The Secretarial Audit Report for the Financial Year 2022-23 is annexed herewith as Annexure - 2 in Form MR-3. There are no adverse observations in the Secretarial Audit Report which call for explanation.

39. DISCLOSURES:

A. Audit Committee:

During the year under review, meetings of members of the Audit Committee as tabulated below, was held on 30th May, 2022, 15th July, 2022, 13th August, 2022, 14th November, 2022 and 16th February, 2023 the attendance records of the members of the Committee are as follows:

The constitution of the Audit Committee is as follows:

Name

Status

No. of the Committee Meetings entitled

No. of the Committee Meetings attended

Mr.
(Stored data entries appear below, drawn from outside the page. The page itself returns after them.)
import { describe, expect, it } from 'vitest';
import { distanceOutsideMaskPx } from './outside';

// Demo data: a 10×6 mask with a 3×2 block at columns 4–6, rows 2–3; distances worked by hand (Euclidean).
const width = 10, height = 6;
const data = new Uint8Array(width * height);
for (let y = 2; y <= 3; y += 1) for (let x = 4; x <= 6; x += 1) data[y * width + x] = 1;
const mask = { width, height, data };

describe('distanceOutsideMaskPx', () => {
  it('is 0 for a point whose nearest pixel is in the mask', () => {
    expect(distanceOutsideMaskPx(mask, { x: 5, y: 2 }, 10)).toBe(0);
    expect(distanceOutsideMaskPx(mask, { x: 6.4, y: 3.4 }, 10)).toBe(0);
  });
  it('is the distance to the nearest mask pixel centre outside it', () => {
    expect(distanceOutsideMaskPx(mask, { x: 1, y: 2 }, 10)).toBe(3); // to (4, 2)
    expect(distanceOutsideMaskPx(mask, { x: 9, y: 5 }, 10)).toBeCloseTo(Math.hypot(3, 2), 12); // to (6, 3)
    expect(distanceOutsideMaskPx(mask, { x: 5, y: 0.5 }, 10)).toBe(1.5); // to (5, 2)
  });
  it('finds points beyond the image edge, and gives Infinity past the search limit', () => {
    expect(distanceOutsideMaskPx(mask, { x: -4, y: 2 }, 10)).toBe(8);
    expect(distanceOutsideMaskPx(mask, { x: -4, y: 2 }, 7.9)).toBe(Infinity);
  });
});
Prasanna Pandya

Chairman

5

5

Mr. Dhairyakumar Thakkar1

Member

1

1

Mr. Saumil Shah

Member

5

5

Mr. Moulin Shah1

Member

3

3

1Mr. Dhairyakumar Thakkar had given resignation from the post of Member and Mr. Moulin Shah had been appointed as a Member of the Audit Committee w.e.f. 15th July, 2022.

B. Nomination and Remuneration Committee:

During the year under review, meetings of members of the Nomination and Remuneration Committee as tabulated below, was held on 15th July, 2022 and 7th September, 2023 the attendance records of the members of the Committee are as follows:

The constitution of the Nomination and Remuneration Committee is as follows:

Name

Status

No. of the Committee Meetings entitled

No. of the Committee Meetings attended

Mr. Dhairyakumar Thakkar1

Chairman

0

0

Mr. Prasanna Pandya1

Chairman

2

2

Mr. Saumil Shah

Member

2

2

Mr. Moulin Shah1

Member

1

1

1Mr. Dhairyakumar Thakkar had given resignation from the post of Member, Mr. Prasanna Pandya Change in designation from Member to Chairman and Mr. Moulin Shah had been appointed as a Member of the Audit Committee w.e.f. 15th July, 2022.
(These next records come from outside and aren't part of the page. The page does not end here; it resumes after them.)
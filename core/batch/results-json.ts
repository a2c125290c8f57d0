// results.json: every result of a batch keyed by (file, time point) as plain JSON (typed arrays become arrays; NaN
// becomes null), with the movies analysed per time point. Schema version 2; version 1 files (one result per file, no
// time points) are still read, their results taken as time point 0.
import { resultKeyOf, resultTimeIndex, withTimePoint, type EmbryoResult, type ExponentialFit, type MovieRecord, type Profile, type SidesMeasurement } from '../model';

/** Schema tag written into results.json. */
export const RESULTS_SCHEMA = 'eggline-results';
/** Schema version written into results.json (`schemaVersion`): 2 = results keyed by (file, tIndex), with movies. */
export const RESULTS_SCHEMA_VERSION = 2;
/** The version of the first format (`"version": 1`, results keyed by file alone), still read. */
export const RESULTS_OLD_VERSION = 1;

/** What results.json holds: every result keyed by (file, tIndex), and the movies analysed per time point. */
export interface ResultsDoc {
  readonly results: readonly EmbryoResult[];
  readonly movies: readonly MovieRecord[];
}

/** Serialise results as `{ schema, schemaVersion, results, movies }` JSON text (pretty-printed, typed arrays as
 *  plain arrays); every result is written with its tIndex (0 when it has none) and tS. */
export function resultsToJson(results: readonly EmbryoResult[], movies: readonly MovieRecord[] = []): string {
  const keyed = results.map((r) => withTimePoint(r, resultTimeIndex(r), r.tS ?? null));
  const doc = { schema: RESULTS_SCHEMA, schemaVersion: RESULTS_SCHEMA_VERSION, results: keyed, movies };
  return `${jsonWithArrays(doc, 1)}\n`;
}

function toFloat64(value: unknown, what: string): Float64Array {
  if (!Array.isArray(value)) throw new Error(`results.json: ${what} is not an array`);
  return Float64Array.from(value, (v) => (typeof v === 'number' ? v : Number.NaN));
}

function reviveProfile(p: Profile, file: string): Profile {
  const at = `profile "${p.channel}" of ${file}`;
  return {
    ...p, xEl: toFloat64(p.xEl, `${at} xEl`), xUm: toFloat64(p.xUm, `${at} xUm`),
    mean: toFloat64(p.mean, `${at} mean`), sd: toFloat64(p.sd, `${at} sd`), n: toFloat64(p.n, `${at} n`),
  };
}

function reviveFit(f: ExponentialFit, file: string): ExponentialFit {
  return { ...f, xEl: toFloat64(f.xEl, `fit xEl of ${file}`), residuals: toFloat64(f.residuals, `fit residuals of ${file}`) };
}

/** The per-side profiles and fits of a result, typed arrays revived (null fits and difference stay null). */
function reviveSides(sd: SidesMeasurement, file: string): SidesMeasurement {
  return {
    ...sd,
    dorsalProfile: reviveProfile(sd.dorsalProfile, file), ventralProfile: reviveProfile(sd.ventralProfile, file),
    dorsalFit: sd.dorsalFit ? reviveFit(sd.dorsalFit, file) : null, ventralFit: sd.ventralFit ? reviveFit(sd.ventralFit, file) : null,
    difference: sd.difference ? reviveNumbers(sd.difference) : null,
  };
}

/** A flat record of numbers (and words) from JSON: null back to NaN. */
function reviveNumbers<T extends object>(o: T): T {
  return Object.fromEntries(Object.entries(o).map(([k, v]) => [k, v === null ? Number.NaN : v])) as T;
}

/** JSON text of values that may hold typed arrays (as plain arrays; NaN becomes null), `space` as in JSON.stringify. */
export function jsonWithArrays(value: unknown, space?: number): string {
  return JSON.stringify(value, (_key, v: unknown) => (ArrayBuffer.isView(v) ? Array.from(v as Float64Array) : v), space);
}

/** One parsed JSON result back into an EmbryoResult (arrays become Float64Array, null becomes NaN); `where` names it in errors. */
export function reviveResult(raw: unknown, where: string): EmbryoResult {
  const r = raw as EmbryoResult;
  if (typeof raw !== 'object' || raw === null || typeof r.file !== 'string' || (r.status !== 'ok' && r.status !== 'error')) {
    throw new Error(`${where} is not an embryo result (needs "file" and "status")`);
  }
  if (r.tIndex !== undefined && !(Number.isInteger(r.tIndex) && r.tIndex >= 0)) throw new Error(`${where}: tIndex must be a whole number ≥ 0`);
  if (r.tS !== undefined && r.tS !== null && typeof r.tS !== 'number') throw new Error(`${where}: tS must be a number of seconds or null`);
  return {
    ...r,
    gradientProfile: r.gradientProfile ? reviveProfile(r.gradientProfile, r.file) : null,
    gradientFit: r.gradientFit ? reviveFit(r.gradientFit, r.file) : null,
    boundaryProfiles: (r.boundaryProfiles ?? []).map((p) => reviveProfile(p, r.file)),
    boundaries: r.boundaries ?? [], landmarks: r.landmarks ?? [], backgrounds: r.backgrounds ?? [], warnings: r.warnings ?? [],
    ...(r.sides ? { sides: reviveSides(r.sides, r.file) } : {}),
  };
}

/** Check one movie record of results.json (file, time points, their times, the summary's options). */
function reviveMovie(raw: unknown, where: string): MovieRecord {
  const m = raw as MovieRecord;
  const range = (v: unknown): boolean => Array.isArray(v) && v.length === 2 && v.every((x) => typeof x === 'number');
  if (typeof raw !== 'object' || raw === null || typeof m.file !== 'string' || !Array.isArray(m.timeIndices)
    || !m.timeIndices.every((t) => Number.isInteger(t) && t >= 0) || !range(m.fitRangeEl) || !range(m.modelRangeEl) || typeof m.baselineFrames !== 'number') {
    throw new Error(`results.json: ${where} is not a movie record (needs "file", "timeIndices", "fitRangeEl", "modelRangeEl", "baselineFrames")`);
  }
  const timesS = m.timesS === null || m.timesS === undefined ? null : toFloat64(m.timesS, `${where} timesS`);
  if (timesS !== null && timesS.length !== m.timeIndices.length) throw new Error(`results.json: ${where}: timesS has ${timesS.length} values for ${m.timeIndices.length} time points`);
  return {
    file: m.file, timeIndices: [...m.timeIndices], timesS, timeSource: typeof m.timeSource === 'string' ? m.timeSource : null, fitRangeEl: [m.fitRangeEl[0], m.fitRangeEl[1]], modelRangeEl: [m.modelRangeEl[0], m.modelRangeEl[1]],
    baselineFrames: m.baselineFrames, warnings: Array.isArray(m.warnings) ? m.warnings.map(String) : [], error: typeof m.error === 'string' ? m.error : null,
  };
}

/**
 * Read results.json text (schema version 2, or the first format, version 1) into its results, each with its tIndex
 * and tS (a version 1 result is time point 0, time unknown), and its movies (none in version 1). Arrays become
 * Float64Array, null becomes NaN. Throws with a one-line message starting "results.json:".
 */
export function resultsDocFromJson(text: string): ResultsDoc {
  let doc: { schema?: unknown; schemaVersion?: unknown; version?: unknown; results?: unknown; movies?: unknown };
  try {
    doc = JSON.parse(text) as typeof doc;
  } catch (e) {
    throw new Error(`results.json: not valid JSON (${(e as Error).message})`);
  }
  if (typeof doc !== 'object' || doc === null || doc.schema !== RESULTS_SCHEMA) {
    throw new Error(`results.json: not an Eggline results file (schema must be "${RESULTS_SCHEMA}")`);
  }
  const old = doc.schemaVersion === undefined && doc.version === RESULTS_OLD_VERSION;
  if (!old && doc.schemaVersion !== RESULTS_SCHEMA_VERSION) {
    const found = doc.schemaVersion ?? doc.version;
    throw new Error(`results.json: unsupported schema version ${String(found)} (this Eggline reads ${RESULTS_OLD_VERSION} and ${RESULTS_SCHEMA_VERSION})`);
  }
  if (!Array.isArray(doc.results)) throw new Error('results.json: "results" is not an array');
  const seen = new Set<string>();
  const results = doc.results.map((raw, i) => {
    const r = reviveResult(raw, `results.json: entry ${i}`);
    const keyed = withTimePoint(r, old ? 0 : resultTimeIndex(r), old ? null : r.tS ?? null);
    const key = resultKeyOf(keyed);
    if (seen.has(key)) throw new Error(`results.json: entry ${i} repeats ${keyed.file} at time point ${resultTimeIndex(keyed)}`);
    seen.add(key);
    return keyed;
  });
  if (doc.movies !== undefined && !Array.isArray(doc.movies)) throw new Error('results.json: "movies" is not an array');
  const movies = old ? [] : ((doc.movies ?? []) as unknown[]).map((m, i) => reviveMovie(m, `movie ${i}`));
  return { results, movies };
}

/** The results of results.json text (see resultsDocFromJson); throws a one-line message. */
export function resultsFromJson(text: string): EmbryoResult[] {
  return [...resultsDocFromJson(text).results];
}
C. Stakeholders Relationship Committee:

During the year under review, meetings of members of the Stakeholders Relationship Committee as tabulated below, was held on 15th July, 2022 and 7th September, 2022 the attendance records of the members of the Committee are as follows:

The constitution of the Stakeholders Relationship Committee is as follows:

Name

Status

No. of the Committee Meetings entitled

No. of the Committee Meetings attended

Mr. Dhairyakumar Thakkar1

Chairman

0

0

Mr. Moulin Shah1

Chairman

1

1

Mr. Saumil Shah

Member

2

2

Mr. Prasanna Pandya

Member

2

2

1Mr. Dhairyakumar Thakkar had given resignation from the post of Chairman and Mr. Moulin Shah had been appointed as a Chairman of the Audit Committee w.e.f. 15th July, 2022.
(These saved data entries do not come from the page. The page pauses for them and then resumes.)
// Memory sizes as the command line takes them ("4G", "512M", "1.5GiB", "2000000000") and as messages show them.
import { flagValue, runSettingSpec } from '../settings';

/** Bytes from "N", "N K|M|G|T" with an optional "B" or "iB" (units are powers of 1024), at least 64M, by the run
 *  setting --max-memory's rule; throws BatchOptionError naming `flag`. */
export function parseByteSize(text: string, flag: string): number {
  return flagValue({ ...runSettingSpec('maxMemoryBytes'), flag }, text) as number;
}

/** "2.0 GiB", "512 MiB" for messages. */
export function formatByteSize(bytes: number): string {
  const gib = bytes / 2 ** 30;
  return gib >= 1 ? `${gib.toFixed(1)} GiB` : `${Math.round(bytes / 2 ** 20)} MiB`;
}

/** Default memory per file: three quarters of the machine's memory shared among the jobs, between 1 and 8 GiB. */
export function defaultMaxMemoryBytes(totalMemoryBytes: number, jobs: number): number {
  return Math.min(8 * 2 ** 30, Math.max(2 ** 30, Math.floor((0.75 * totalMemoryBytes) / Math.max(1, jobs))));
}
40. DISCLOSURES UNDER SEXUAL HARASSMENT OF WOMEN AT WORKPLACE (PREVENTION, PROHIBITION & REDRESSAL) ACT, 2013:

The Company has always been committed to provide a safe and conducive work environment to its employees. Your Directors further state that during the year under review there were no cases filed pursuant to the Sexual Harassment of Women at Workplace (Prevention, Prohibition and Redressal) Act, 2013 as confirmed by the Internal Complaints Committee as constituted by the Company.

41. INDUSTRIAL RELATIONS:

The Directors are pleased to report that the relations between the employees and the management continued to remain cordial during the year under review.

42. MAINTENANCE OF COST RECORDS:

The provisions relating to maintenance of cost records as specified by the Central Government under sub-section (1) of section 148 of the Companies Act, 2013, are not applicable to the Company and accordingly such accounts and records are not required to be maintained.

43. ACKNOWLEDGEMENTS:

Your Directors would like to express their sincere appreciation for the co-operation and assistance received from the Bankers, Regulatory Bodies, Stakeholders including Financial Institutions, Suppliers, Customers and other business associates who have extended their valuable sustained support and encouragement during the year under review.

Your Directors take this opportunity to recognize and place on record their gratitude and appreciation for the commitment displayed by all executives, officers and staff at all levels of the Company. We look forward for the continued support of every stakeholder in the future.